Callout extensions (callout assets) are short, non-clickable text snippets — up to 25 characters each — that appear after your ad's descriptions to highlight benefits like "Free Shipping", "24/7 Support", or "No Setup Fees". They add proof points and screen space without changing your ad copy.
Callouts are the simplest Google Ads asset: pure benefit fragments, no links, no destinations to maintain. They render as a dot-separated line under your descriptions, and because they are assets, their expected impact contributes to Ad Rank like sitelinks do — free auction-score improvement for an hour of writing.
Specs and mechanics: up to 25 characters each, though Google's own best practice is shorter — punchy 12–18 character callouts read better in the dot-separated row.

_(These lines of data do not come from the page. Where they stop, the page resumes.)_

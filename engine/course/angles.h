// Directions in the plane, from degrees as people write them.
//
// A quarter turn is exact: 90 degrees gives (0, 1) and not (6e-17, 1), so that an oval of whole and half
// turns closes to the last bit and its straights stay straight.
#pragma once

#include <cmath>

#include "engine/numeric/functions.h"

namespace lw {

inline constexpr double rad_per_deg = pi / 180.0;

/// A direction as a unit vector (cosine, sine of its heading); also a plain displacement, in m.
struct Vector {
  double x = 0.0, y = 0.0;
};

inline Vector operator+(Vector a, Vector b) { return {a.x + b.x, a.y + b.y}; }
inline Vector operator-(Vector a, Vector b) { return {a.x - b.x, a.y - b.y}; }
inline Vector operator*(double f, Vector a) { return {f * a.x, f * a.y}; }
inline double dot(Vector a, Vector b) { return a.x * b.x + a.y * b.y; }
/// Positive where b points to the left of a.
inline double cross(Vector a, Vector b) { return a.x * b.y - a.y * b.x; }
inline double length_of(Vector a) { return std::sqrt(dot(a, a)); }
/// Turned left by a quarter: the normal of a tangent.
inline Vector left_of(Vector a) { return {-a.y, a.x}; }
/// a turned left by the angle of the unit vector b.
inline Vector turned(Vector a, Vector b) { return {a.x * b.x - a.y * b.y, a.x * b.y + a.y * b.x}; }

/// Unit vector at `angle` (rad) counter-clockwise from x.
inline Vector direction_at(double angle) {
  const SineCosine<double> at = sine_cosine(angle);
  return {at.cosine, at.sine};
}

/// Unit vector at `degrees` counter-clockwise from x. Finite input; exact at multiples of 90.
inline Vector direction_of(double degrees) {
  const double quarters = std::rint(degrees / 90.0);
  const double rest = degrees - 90.0 * quarters;
  const double quadrant = quarters - 4.0 * std::floor(quarters / 4.0);
  Vector v{1.0, 0.0};
  if (rest != 0.0) v = direction_at(rest * rad_per_deg);
  if (quadrant == 1.0) return left_of(v);
  if (quadrant == 2.0) return {-v.x, -v.y};
  if (quadrant == 3.0) return {v.y, -v.x};
  return v;
}

/// Angle from a to b, in (-pi, pi], left positive.
inline double angle_between(Vector a, Vector b) { return direction_angle(dot(a, b), cross(a, b)); }

}  // namespace lw
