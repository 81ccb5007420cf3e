// Pins: what every scenario of scenarios/ drove like when somebody last said that it should.
//
// tests/pins.txt holds them, and every build has to drive the same bits: g++ and clang++ at -O0 and -O2, wasm
// in node, the page. A line that begins with a letter is
//   NAME OUTCOME STEPS TRACE_HASH         (16 hex digits)
// and the indented lines below it are checkpoints: the low 32 bits, as 8 hex digits, of the running trace
// hash after each block of 32 steps. They tell the block in which a drive first differs, without any
// reference. To tell step, field and both values takes the pinned trace itself: builds that match leave it as
// text in build/traces (trace_bits() of engine/drive/trace_text.h), named by its hash so that it is never
// stale; and tests/pins/compare makes it from the commit that pinned it.
#pragma once

#include <cstdint>
#include <string>
#include <string_view>
#include <vector>

#include "engine/drive/drive.h"

namespace lw::test {

inline constexpr std::size_t steps_per_block = 32;

struct Pin {
  std::string name;  // of scenarios/NAME.toml
  std::string outcome;
  std::int64_t steps = 0;
  std::string hash;                        // of the trace, 16 hex digits
  std::vector<std::uint32_t> checkpoints;  // steps / steps_per_block of them
};

Pin pin_of(std::string name, const Summary& summary, const Trace& trace);

std::string pin_text(const Pin& pin);

/// Error: the line that is not of the form.
Result<std::vector<Pin>> read_pins(std::string_view text);

/// How a drive differs from its pin; empty when it does not. `reference` is the pinned trace, or null.
std::string difference(const Pin& pinned, const Pin& found, const Trace& trace, const Trace* reference);

/// The whole of a file; empty when there is none.
std::string file_text(const std::string& path);

/// Names of scenarios/*.toml in order, without folder and ending.
std::vector<std::string> scenario_names();
std::string scenario_path(const std::string& name);

}  // namespace lw::test
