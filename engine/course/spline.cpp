#include "engine/course/sampling.h"
namespace lw {
Result<Centreline> join_points(const Course&) { return Error{"course.points_mm", "", "not built yet"}; }
}  // namespace lw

You need at least 2 to show; 4–6 eligible callouts is the practical target, and Google selects up to 10 per impression depending on format and device, in any order. No end punctuation, no exclamation marks per ad policy, sentence case or title case both fine — just be consistent.
The craft is choosing facts that remove purchase anxiety rather than restating your headline. Strong callouts are concrete and verifiable: "Free 30-Day Returns", "Family Owned Since 1987", "No Credit Card Required", "Licensed & Insured", "Same-Day Dispatch". Weak callouts are adjectives: "High Quality", "Best Service", "Trusted". A useful test — if a competitor could not honestly say it, it is a good callout; if anyone could say it, it is filler.

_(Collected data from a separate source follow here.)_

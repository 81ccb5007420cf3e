// How much of the sensor's spot a line covers, as a surface over one cell of the raster.
//
// Take the spot as a disc of radius r around the origin and an edge across it at x, everything to the left of
// x dark. Its dark share is S(x), a circular segment: S = 1/2 + (x c + r^2 asin(x / r)) / (pi r^2), c =
// sqrt(r^2 - x^2). An edge of curvature K departs from its tangent by K y^2 / 2, which adds K c^3 / (3 pi
// r^2) in first order (the next term is of the order (K r)^2 / 50). A line of half-width h whose middle is at
// deviation d is the difference of its two edges, at h - d and -h - d, with curvatures k / (1 - k h) and k /
// (1 + k h).
//
// Over a cell of side p all this is a function of d, nearly linear in place. The table holds, for the edge
// function f, its least-squares line over a width p (value and slope) and its mean second derivative; so a
// cell costs one look-up an edge instead of a quadrature.
#pragma once

#include <vector>

#include "engine/course/floor.h"

namespace lw {

/// Where a cell's middle lies from the nearest place of the line.
struct SpotPlace {
  double deviation = 0.0;                   // m, left positive
  double tangent_x = 1.0, tangent_y = 0.0;  // unit, of the centreline at the foot
  double curvature = 0.0;                   // 1/m, there
};

class SpotTable {
 public:
  /// All in m; spot_radius > 0, pitch > 0, half_width > 0.
  SpotTable(double spot_radius, double half_width, double pitch);

  /// The cell whose middle is at `place`. Good to 1e-3 up to curvature_most().
  Cell cell_at(const SpotPlace& place) const;

  /// The most curvature (1/m) of a centreline for which the closed form holds: spot radius over radius of
  /// curvature of the sharper edge is 0.3 there.
  double curvature_most() const { return 0.3 / (radius_ + 0.3 * half_width_); }

 private:
  struct Entry {
    double share, slope, second;  // of the straight edge: 1, 1/m, 1/m^2
    double lens, lens_slope;      // what a curvature of 1/m adds: m, 1
  };
  struct Edge {
    double share, slope, second;
  };
  Edge edge_at(double x, double curvature) const;

  double radius_, half_width_, pitch_;
  double low_, per_step_, last_ = 0.0;
  std::vector<Entry> table_;
};

/// A cell from its four coefficients, rounded to the unit of the raster and held to its range.
Cell cell_from(double c0, double c1, double c2, double c3);

}  // namespace lw
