// The curve through drawn points: a cubic spline over the length of its chords.
//
// Each coordinate is a cubic between neighbouring points, with first and second derivative continuous at the
// points, so that curvature is continuous too; periodic on a closed course, with free (natural) ends
// otherwise (de Boor 1978, A practical guide to splines, chapters IV and XVI). The parameter is the chord
// length (Ahlberg, Nilson and Walsh 1967), which follows unevenly spaced points of a smooth line with an
// error of the fourth order in their distance and wavers least on strokes that are dense in the bends and
// sparse between. Points marked as corners cut the course into parts that are smooth each on its own.
#pragma once

#include <array>
#include <vector>

#include "engine/course/angles.h"

namespace lw {

/// One cubic from a point to the next: place = sum of part[k] t^k for t in [0, span]; m.
struct Cubic {
  std::array<Vector, 4> part;
  double span = 0.0;

  Vector place(double t) const { return part[0] + t * (part[1] + t * (part[2] + t * part[3])); }
  Vector first(double t) const { return part[1] + t * (2.0 * part[2] + (3.0 * t) * part[3]); }
  Vector second(double t) const { return 2.0 * part[2] + (6.0 * t) * part[3]; }
};

/// Cubics through the points in order (m, no two neighbours in one place): one fewer than points with free
/// ends, or as many as points when periodic, the last leading back to the first. At least 2 points; 3 when
/// periodic.
std::vector<Cubic> spline_through(const std::vector<Vector>& points, bool periodic);

/// Arc length of a cubic, m.
double length_of(const Cubic& cubic);

}  // namespace lw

Use the hierarchy: account-level callouts for universals (support hours, guarantees), campaign-level for category-specific facts, ad-group level only when a specific product needs specific proof. Like all assets, callouts report performance in the Assets tab; prune anything Google rarely serves.
E-commerce ad callout set: "Free Shipping Over €50" (22) · "30-Day Returns" (14) · "Ships In 24 Hours" (17) · "4.8★ From 2,000+ Orders" (23). Each under 25 characters, each a concrete claim a hesitant buyer cares about.
Sitelinks are clickable links to specific pages with their own titles and descriptions; callouts are non-clickable text fragments. Sitelinks route users; callouts persuade them. Strong ads use both — they occupy different lines of the ad.
Google can show up to 10 per impression, but 2 is the minimum for eligibility and 4–6 well-written callouts is the practical sweet spot. Selection and order are automatic per auction.